Your instructions =>
All lines between the start of the listing below and the line containing "const MOST_PER_SECOND = 200;", inclusive, must be repeated exactly.

Supplied entries =>
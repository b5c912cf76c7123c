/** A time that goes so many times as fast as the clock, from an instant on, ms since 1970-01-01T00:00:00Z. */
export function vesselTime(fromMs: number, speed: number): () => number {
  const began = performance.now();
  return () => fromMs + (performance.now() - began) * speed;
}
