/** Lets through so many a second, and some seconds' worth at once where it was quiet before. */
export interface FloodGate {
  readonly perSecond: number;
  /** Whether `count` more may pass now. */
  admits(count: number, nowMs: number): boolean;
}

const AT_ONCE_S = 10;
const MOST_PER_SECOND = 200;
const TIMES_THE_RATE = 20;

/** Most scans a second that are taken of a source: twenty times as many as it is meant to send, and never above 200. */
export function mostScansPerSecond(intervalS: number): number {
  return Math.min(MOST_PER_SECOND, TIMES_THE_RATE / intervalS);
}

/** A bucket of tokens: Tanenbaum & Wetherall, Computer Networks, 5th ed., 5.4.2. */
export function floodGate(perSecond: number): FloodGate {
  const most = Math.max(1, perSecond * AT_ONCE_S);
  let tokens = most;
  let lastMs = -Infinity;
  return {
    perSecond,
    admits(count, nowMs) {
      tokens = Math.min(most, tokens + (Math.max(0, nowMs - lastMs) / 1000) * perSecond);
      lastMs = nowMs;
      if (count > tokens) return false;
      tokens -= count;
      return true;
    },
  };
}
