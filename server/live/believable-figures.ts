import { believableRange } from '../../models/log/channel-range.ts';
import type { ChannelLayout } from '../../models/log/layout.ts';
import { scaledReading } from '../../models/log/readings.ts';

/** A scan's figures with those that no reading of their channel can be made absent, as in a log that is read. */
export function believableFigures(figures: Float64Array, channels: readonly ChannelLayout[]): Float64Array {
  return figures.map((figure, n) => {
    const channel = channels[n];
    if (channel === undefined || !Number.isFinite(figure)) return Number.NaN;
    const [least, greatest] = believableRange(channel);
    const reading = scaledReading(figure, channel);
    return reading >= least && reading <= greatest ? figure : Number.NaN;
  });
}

Output for this exercise =>
repository b5c912cf76c7123c
/** A time that goes so many times as fast as the clock, from an instant on, ms since 1970-01-01T00:00:00Z. */
export function vesselTime(fromMs: number, speed: number): () => number {
  const began = performance.now();
  return () => fromMs + (performance.now() - began) * speed;
}
/** Lets through so many a second, and some seconds' worth at once where it was quiet before. */
export interface FloodGate {
  readonly perSecond: number;
  /** Whether `count` more may pass now. */
  admits(count: number, nowMs: number): boolean;
}

const AT_ONCE_S = 10;
const MOST_PER_SECOND = 200;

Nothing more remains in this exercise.